* [Task to complete]:
The stretch from the line with "repository 2de11d999e9b6256" through the line with "from decimal import Decimal" in the records below: write it out exactly, and nothing else.

* [Dataset excerpts]:

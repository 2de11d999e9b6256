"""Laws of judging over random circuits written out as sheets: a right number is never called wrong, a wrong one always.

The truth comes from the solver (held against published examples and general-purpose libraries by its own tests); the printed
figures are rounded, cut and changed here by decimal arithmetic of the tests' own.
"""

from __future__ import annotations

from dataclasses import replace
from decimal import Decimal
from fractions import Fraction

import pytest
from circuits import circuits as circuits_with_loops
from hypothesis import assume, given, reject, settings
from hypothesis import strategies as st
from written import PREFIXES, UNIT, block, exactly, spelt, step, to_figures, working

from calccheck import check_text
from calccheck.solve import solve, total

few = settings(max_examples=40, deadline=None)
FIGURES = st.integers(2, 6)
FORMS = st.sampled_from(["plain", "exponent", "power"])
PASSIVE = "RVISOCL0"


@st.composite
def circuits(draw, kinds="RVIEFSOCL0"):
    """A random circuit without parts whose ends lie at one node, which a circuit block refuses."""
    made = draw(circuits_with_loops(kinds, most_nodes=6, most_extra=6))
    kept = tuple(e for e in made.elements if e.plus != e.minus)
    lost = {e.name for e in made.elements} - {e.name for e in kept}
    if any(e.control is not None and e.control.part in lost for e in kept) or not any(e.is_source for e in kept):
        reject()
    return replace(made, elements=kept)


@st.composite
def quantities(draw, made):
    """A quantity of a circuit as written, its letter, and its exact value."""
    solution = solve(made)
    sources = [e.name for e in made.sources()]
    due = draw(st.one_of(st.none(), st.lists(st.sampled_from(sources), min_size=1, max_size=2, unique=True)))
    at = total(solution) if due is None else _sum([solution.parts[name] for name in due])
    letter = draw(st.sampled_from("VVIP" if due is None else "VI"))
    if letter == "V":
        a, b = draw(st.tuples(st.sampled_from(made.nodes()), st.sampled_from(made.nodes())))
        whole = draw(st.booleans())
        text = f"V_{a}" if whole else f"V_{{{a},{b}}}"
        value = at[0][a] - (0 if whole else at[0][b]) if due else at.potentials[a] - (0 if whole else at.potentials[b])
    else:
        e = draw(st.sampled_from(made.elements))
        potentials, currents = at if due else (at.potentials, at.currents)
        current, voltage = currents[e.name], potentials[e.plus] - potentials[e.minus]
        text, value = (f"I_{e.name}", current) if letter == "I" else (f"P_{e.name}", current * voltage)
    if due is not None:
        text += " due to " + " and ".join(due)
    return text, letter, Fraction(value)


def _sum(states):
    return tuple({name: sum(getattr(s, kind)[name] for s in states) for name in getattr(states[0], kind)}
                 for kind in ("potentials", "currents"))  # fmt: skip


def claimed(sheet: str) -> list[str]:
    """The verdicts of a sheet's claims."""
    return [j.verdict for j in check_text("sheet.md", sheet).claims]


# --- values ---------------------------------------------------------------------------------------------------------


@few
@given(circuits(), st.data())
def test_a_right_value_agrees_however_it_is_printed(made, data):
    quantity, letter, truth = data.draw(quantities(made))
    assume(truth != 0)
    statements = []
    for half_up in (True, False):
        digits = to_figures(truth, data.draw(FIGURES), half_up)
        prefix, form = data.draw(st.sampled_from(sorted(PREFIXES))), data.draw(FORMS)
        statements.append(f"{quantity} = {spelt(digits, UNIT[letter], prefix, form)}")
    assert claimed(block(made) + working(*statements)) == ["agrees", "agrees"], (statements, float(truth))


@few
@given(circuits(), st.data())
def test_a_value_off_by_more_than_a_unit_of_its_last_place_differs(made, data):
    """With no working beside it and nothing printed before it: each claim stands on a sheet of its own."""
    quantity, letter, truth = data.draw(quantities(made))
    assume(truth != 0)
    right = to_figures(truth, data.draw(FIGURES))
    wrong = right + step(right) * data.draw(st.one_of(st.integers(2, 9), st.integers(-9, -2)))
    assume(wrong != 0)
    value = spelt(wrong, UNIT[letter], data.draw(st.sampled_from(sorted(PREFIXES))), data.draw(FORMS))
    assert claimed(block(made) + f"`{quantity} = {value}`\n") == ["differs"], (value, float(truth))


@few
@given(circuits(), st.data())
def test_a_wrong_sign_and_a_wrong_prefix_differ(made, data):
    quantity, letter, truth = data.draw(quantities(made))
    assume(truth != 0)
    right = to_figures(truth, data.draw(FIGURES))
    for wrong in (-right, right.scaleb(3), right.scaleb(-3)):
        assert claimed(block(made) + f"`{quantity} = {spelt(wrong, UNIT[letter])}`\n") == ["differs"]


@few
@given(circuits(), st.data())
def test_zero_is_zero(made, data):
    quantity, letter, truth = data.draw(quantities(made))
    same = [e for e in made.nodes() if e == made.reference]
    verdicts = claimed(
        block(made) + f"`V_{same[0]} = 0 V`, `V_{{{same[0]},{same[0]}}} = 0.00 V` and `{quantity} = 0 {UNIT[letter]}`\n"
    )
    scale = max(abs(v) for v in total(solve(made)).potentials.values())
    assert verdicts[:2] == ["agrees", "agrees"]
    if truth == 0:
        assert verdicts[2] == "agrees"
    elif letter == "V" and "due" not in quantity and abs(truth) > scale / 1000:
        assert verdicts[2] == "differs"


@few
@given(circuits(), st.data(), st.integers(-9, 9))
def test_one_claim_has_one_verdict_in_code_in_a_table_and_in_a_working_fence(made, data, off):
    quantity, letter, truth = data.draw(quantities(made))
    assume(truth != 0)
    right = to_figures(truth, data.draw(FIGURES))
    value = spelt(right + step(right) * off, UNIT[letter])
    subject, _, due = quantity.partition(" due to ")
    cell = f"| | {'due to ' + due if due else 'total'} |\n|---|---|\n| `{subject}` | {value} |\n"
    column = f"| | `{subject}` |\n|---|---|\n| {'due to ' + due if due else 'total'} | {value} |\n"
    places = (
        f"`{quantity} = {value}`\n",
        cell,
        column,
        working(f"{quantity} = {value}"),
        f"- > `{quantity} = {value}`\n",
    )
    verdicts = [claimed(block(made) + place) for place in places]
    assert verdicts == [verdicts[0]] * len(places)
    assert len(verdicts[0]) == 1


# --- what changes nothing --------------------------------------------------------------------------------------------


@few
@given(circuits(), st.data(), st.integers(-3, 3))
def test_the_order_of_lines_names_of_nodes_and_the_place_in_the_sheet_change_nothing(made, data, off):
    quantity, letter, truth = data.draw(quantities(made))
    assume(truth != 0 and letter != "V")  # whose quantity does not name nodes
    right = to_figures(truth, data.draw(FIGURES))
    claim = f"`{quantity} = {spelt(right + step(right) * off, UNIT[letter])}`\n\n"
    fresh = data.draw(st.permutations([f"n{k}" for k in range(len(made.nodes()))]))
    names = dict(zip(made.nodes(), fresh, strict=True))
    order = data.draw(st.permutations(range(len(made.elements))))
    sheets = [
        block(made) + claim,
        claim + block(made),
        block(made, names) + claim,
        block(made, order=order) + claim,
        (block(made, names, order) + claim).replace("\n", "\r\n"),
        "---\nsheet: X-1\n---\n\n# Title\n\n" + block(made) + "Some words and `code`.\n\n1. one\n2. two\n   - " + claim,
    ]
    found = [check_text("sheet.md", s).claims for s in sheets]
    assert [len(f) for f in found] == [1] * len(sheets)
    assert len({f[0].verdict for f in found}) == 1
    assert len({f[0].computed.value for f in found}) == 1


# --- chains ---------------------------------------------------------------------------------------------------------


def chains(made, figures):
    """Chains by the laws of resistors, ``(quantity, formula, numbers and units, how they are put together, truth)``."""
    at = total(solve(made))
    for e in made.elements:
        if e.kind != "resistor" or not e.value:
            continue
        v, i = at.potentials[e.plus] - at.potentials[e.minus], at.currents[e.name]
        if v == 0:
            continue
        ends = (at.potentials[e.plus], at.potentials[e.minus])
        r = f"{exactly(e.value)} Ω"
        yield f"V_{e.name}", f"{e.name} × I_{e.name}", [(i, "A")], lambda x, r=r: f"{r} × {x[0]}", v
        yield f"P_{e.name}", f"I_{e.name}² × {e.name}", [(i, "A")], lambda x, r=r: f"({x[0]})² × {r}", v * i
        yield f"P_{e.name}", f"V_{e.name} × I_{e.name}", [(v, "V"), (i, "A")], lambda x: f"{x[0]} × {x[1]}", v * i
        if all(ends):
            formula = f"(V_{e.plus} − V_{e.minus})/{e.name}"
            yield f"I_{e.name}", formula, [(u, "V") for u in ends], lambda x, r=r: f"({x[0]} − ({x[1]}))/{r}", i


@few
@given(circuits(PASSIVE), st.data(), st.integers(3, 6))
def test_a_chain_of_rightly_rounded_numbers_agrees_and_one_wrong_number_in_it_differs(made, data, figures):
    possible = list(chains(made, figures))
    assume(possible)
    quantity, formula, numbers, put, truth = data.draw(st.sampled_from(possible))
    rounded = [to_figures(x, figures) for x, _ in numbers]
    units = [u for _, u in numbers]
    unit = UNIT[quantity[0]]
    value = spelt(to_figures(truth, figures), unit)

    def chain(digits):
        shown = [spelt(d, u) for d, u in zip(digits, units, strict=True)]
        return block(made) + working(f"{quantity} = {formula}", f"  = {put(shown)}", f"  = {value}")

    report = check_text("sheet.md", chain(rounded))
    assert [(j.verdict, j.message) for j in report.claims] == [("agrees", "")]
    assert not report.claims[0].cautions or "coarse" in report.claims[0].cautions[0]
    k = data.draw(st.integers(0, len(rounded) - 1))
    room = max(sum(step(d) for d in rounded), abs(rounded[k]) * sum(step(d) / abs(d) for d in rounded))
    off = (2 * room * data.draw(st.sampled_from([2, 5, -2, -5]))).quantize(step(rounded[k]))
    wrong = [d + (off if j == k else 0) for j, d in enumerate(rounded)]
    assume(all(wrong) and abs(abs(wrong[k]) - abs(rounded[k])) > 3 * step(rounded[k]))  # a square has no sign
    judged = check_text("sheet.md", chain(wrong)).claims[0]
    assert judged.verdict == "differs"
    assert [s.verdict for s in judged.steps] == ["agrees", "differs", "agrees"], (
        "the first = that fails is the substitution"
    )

==

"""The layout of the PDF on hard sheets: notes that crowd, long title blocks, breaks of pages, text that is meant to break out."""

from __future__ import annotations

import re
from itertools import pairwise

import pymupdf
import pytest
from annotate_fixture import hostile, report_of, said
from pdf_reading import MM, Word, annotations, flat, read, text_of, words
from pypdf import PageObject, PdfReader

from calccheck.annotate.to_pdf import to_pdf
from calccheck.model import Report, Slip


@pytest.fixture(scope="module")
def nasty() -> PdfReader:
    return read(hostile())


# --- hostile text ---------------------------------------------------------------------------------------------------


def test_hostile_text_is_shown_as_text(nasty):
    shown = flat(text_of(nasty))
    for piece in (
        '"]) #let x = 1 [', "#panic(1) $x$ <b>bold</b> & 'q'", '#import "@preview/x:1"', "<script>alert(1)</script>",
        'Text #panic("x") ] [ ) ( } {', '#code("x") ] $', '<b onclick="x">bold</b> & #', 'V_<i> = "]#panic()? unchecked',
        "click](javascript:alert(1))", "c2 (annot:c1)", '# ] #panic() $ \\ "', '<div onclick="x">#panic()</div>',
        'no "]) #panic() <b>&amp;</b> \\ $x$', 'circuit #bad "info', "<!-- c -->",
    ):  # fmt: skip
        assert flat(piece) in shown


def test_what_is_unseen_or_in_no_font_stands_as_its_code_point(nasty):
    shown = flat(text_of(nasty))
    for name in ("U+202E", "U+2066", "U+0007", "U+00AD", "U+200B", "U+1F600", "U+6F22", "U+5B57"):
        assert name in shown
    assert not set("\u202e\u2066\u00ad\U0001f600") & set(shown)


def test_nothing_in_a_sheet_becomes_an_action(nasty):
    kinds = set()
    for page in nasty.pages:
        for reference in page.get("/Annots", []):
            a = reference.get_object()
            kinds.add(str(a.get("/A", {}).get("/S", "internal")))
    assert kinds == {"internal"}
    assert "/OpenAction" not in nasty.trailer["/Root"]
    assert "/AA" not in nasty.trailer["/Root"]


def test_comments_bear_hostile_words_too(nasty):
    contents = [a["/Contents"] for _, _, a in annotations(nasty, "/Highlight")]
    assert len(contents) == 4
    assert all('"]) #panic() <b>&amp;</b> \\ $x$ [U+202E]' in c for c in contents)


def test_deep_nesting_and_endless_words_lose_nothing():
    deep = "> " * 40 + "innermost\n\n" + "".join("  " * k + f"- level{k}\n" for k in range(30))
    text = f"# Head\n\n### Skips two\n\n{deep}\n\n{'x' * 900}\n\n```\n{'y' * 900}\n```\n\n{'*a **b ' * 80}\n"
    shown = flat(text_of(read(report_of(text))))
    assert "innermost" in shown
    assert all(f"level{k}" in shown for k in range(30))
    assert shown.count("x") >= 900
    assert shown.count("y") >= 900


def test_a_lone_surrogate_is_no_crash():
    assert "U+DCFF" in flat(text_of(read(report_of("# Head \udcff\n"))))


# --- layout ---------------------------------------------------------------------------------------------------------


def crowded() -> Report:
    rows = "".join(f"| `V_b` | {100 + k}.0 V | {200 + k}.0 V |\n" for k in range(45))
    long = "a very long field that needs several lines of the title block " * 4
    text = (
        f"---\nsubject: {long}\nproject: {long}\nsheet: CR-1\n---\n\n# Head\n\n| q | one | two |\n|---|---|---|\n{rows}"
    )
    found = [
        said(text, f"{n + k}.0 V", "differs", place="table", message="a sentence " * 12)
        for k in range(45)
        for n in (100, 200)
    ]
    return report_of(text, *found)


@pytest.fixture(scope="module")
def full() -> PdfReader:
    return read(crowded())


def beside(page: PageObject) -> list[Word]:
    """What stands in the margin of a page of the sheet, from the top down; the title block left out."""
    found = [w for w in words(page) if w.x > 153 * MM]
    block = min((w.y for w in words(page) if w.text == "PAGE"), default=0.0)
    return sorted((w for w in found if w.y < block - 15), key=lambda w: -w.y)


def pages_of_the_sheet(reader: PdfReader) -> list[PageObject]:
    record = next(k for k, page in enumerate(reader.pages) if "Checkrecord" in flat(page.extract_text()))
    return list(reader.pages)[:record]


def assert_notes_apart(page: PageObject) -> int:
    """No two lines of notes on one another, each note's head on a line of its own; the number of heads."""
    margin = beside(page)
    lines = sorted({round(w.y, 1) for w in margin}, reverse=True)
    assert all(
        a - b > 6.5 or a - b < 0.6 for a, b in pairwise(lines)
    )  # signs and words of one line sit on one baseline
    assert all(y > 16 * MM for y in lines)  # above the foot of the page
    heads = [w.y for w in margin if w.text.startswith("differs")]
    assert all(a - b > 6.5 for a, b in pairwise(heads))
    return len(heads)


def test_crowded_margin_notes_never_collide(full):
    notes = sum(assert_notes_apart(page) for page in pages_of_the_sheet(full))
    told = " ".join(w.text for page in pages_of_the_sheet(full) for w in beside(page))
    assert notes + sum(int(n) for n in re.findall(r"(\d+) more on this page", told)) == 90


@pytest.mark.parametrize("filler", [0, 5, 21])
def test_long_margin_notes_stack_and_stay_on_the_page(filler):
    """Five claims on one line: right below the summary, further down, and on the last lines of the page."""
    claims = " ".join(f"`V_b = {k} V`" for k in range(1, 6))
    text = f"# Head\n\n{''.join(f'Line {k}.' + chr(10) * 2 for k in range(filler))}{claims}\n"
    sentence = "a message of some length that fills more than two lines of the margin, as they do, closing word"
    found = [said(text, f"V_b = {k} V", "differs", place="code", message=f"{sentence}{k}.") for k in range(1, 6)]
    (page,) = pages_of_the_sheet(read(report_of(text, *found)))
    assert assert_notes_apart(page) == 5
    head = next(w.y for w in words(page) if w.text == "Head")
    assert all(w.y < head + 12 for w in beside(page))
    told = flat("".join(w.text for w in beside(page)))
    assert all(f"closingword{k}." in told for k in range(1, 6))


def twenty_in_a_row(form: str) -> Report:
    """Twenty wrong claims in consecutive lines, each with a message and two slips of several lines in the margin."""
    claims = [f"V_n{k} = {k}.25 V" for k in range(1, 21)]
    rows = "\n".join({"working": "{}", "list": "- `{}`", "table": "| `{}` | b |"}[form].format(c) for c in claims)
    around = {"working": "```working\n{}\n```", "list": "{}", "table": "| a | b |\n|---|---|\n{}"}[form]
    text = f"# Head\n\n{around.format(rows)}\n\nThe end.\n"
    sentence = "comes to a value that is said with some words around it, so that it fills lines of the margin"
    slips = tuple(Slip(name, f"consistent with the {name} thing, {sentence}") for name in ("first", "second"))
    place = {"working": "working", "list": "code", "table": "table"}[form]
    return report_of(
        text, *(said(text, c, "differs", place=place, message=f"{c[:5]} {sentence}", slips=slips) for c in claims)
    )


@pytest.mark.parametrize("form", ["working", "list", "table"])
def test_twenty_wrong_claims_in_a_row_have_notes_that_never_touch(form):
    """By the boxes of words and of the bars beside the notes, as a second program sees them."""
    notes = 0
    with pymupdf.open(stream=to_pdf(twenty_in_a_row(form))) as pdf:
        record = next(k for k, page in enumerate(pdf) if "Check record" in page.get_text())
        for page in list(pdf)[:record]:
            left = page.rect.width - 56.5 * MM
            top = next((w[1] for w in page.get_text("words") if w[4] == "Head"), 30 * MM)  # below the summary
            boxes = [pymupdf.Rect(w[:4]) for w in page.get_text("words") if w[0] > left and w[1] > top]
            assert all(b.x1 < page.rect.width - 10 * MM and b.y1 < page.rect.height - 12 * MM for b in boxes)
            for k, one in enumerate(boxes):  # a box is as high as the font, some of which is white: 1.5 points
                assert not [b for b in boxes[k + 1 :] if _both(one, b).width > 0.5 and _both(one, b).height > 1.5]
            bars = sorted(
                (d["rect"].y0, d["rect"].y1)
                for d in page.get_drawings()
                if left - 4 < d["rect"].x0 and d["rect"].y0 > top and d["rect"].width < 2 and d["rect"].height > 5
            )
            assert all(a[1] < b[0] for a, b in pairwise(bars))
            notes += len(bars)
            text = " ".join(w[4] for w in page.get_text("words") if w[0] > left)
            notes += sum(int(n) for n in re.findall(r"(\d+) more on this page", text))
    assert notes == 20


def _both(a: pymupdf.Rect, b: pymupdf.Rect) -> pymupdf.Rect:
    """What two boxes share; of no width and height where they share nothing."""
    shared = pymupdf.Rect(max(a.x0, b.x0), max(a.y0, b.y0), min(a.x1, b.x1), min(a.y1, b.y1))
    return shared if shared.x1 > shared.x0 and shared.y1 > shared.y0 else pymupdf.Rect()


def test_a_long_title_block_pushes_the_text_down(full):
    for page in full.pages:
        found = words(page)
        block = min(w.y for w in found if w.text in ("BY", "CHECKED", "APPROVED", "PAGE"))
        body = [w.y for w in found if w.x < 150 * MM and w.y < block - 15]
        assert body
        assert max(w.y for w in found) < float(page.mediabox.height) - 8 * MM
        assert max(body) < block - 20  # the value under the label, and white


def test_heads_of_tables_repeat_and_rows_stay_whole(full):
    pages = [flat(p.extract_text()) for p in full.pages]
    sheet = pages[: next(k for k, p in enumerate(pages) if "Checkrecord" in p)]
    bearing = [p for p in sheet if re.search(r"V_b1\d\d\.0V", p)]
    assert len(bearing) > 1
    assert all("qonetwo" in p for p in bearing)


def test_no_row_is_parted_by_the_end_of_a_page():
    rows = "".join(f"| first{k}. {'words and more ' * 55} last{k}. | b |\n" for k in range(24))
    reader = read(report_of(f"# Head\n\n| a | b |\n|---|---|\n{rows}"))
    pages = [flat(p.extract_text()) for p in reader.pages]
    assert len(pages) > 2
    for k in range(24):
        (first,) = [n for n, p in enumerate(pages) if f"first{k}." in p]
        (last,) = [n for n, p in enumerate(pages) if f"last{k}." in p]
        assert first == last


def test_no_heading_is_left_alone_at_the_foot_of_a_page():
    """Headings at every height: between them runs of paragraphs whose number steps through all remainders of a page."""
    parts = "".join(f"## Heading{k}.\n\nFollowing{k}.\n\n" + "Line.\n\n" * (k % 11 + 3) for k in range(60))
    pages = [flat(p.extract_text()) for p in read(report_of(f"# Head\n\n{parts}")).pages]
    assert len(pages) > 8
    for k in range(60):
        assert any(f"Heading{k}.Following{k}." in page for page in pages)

* [Written response]:
repository 2de11d999e9b6256
"""Laws of judging over random circuits written out as sheets: a right number is never called wrong, a wrong one always.

The truth comes from the solver (held against published examples and general-purpose libraries by its own tests); the printed
figures are rounded, cut and changed here by decimal arithmetic of the tests' own.
"""

from __future__ import annotations

from dataclasses import replace
from decimal import Decimal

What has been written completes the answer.